This day in county politics … or Thanksgiving is REALLY about capitalism

God (and capitalism) is good; God (and capitalism) is great. Thank God (and capitalism )for the food we eat.

It’s the new conservative Thanksgiving grace.

Ok I made that up.

Some people celebrate Thanksgiving as a family event, others as a day to mourn what’s happened to America’s indignous peoples, still more go for the Chinese food and movie option. And of course a whole sh*t ton of people see Thanksgving as the day before they go on a crazy shopping spree. But according to some sources, that shopping spree is probably the idea way to celebrate Turkey Day because that’s what it’s really about. Capitalism.

Capitalism was the lesson of the day from Commissioner Jay Boziviech (West Lane) at the Lane County Board of Commissioners meeting On Nov. 20. During the Commissioners Remonstrance Boziviech took the opportunity to tell the “real” story of Thanksgiving, which in this version (which seems to be taken directly from Rush Limbaugh’s book and the story he repeats each year on his show), basically: Thanksgiving is the celebration of a pilgrimic triumph over communism and a celebration of capitalism.

Here’s what he said:

I kind of want to remind people about the real story of Thanksgiving. There’s been a lot of myths around it: You know the Pilgrims and the Indians and the Indians taught the Pilgrims how to grow food and that’s what they were celebrating. That’s not the real story.

The Pilgrims, on the way across the ocean, developed a societal system that was basically a commune, long before Lenin was ever alive, they came to America, started this communal system of common property where everybody’s food that they grew was thrown in a common storehouse and taken out at will. And you know what? Over the first couple winters they starved because people had no incentive to produce and there was a lot of corruption and theft from the warehouse. So they finally decided to let people have ownership over a plot of land and keep the goods that they grew.

And you know what? That the following year they had a tremendous bounty they and held a celebration and that was the first Thanksgiving. Basically what you are celebrating in Thanksgiving is private property rights and being able to hang on to the fruits of your own labor. … Please remember why we celebrate it and that’s because it was about private property rights and capitalism.

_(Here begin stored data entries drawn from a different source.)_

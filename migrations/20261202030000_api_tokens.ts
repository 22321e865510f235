import { sql, type Kysely } from 'kysely';

export async function up(db: Kysely<any>): Promise<void> {
	await db.schema
		.createTable('api_token')
		.addColumn('id', 'uuid', (c) => c.primaryKey().defaultTo(sql`gen_random_uuid()`))
		.addColumn('user_id', 'uuid', (c) => c.references('User.id').onDelete('cascade').notNull())
		.addColumn('workspace_id', 'uuid', (c) => c.references('workspace.id').onDelete('cascade').notNull())
		.addColumn('name', 'text', (c) => c.notNull())
		.addColumn('token_hash', 'text', (c) => c.notNull().unique())
		.addColumn('prefix', 'text', (c) => c.notNull())
		.addColumn('role', 'text', (c) => c.notNull().check(sql`role in ('owner', 'editor', 'viewer')`))
		.addColumn('expires_at', 'timestamptz')
		.addColumn('last_used_at', 'timestamptz')
		.addColumn('revoked_at', 'timestamptz')
		.addColumn('created_at', 'timestamptz', (c) => c.notNull().defaultTo(sql`now()`))
		.execute();
	await db.schema.createIndex('api_token_user_idx').on('api_token').column('user_id').execute();
}

export async function down(db: Kysely<any>): Promise<void> {
	await db.schema.dropTable('api_token').execute();
}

America: We kicked communism’s ass before communism was even born.

You can watch it on video here. The turkey talk starts about 42 minutes in.

Google Pilgrim communists and you will get a lot of conservative and Tea Party website hits.The Christian Science Monitor did a nice historical look at Thanksiving that talks about how the Pilgrims’ journals discussed the whole Pilgrims and Native Americans thing.

In a letter to a friend, dated December 1621, Edward Winslow wrote: “Our harvest being gotten in, our Governor sent four men on fowling, that so we might after a more special manner rejoice together, after we had gathered the fruit of our labors; they four in one day killed as much fowl as, with a little help beside, served the Company almost a week, at which time, among other Recreations, we exercised our Arms, many of the Indians coming amongst us, and among the rest their greatest King Massasoit, with some 90 men, whom for three days we entertained and feasted and they went out and killed five Deer, which they brought to the Plantation and bestowed on our Governor, and upon the Captain and others.”

I figured the whole communism gets smashed thing had to come from somewhere. In fact, the Pilgrims came to the New (to white folks) World as a joint-stock venture, funded by London businessmen looking to make a profit. Joint-stock ventures were precursors to modern corporations. The Pilgrims did at first govern themselves under the Mayflower Compact, which called for a communal system. They did indeed switch to small individually owned plots of land. And the “communist” Mayflower Compact … was a founding document of the Constitution. The mind boggles.

I’m not entirely sure what the take-away lesson is here, but I’m going to suggest you not honor capitalism by becoming a human sacrifice when some Walmart opens its doors at o’dark thirty on Black Friday.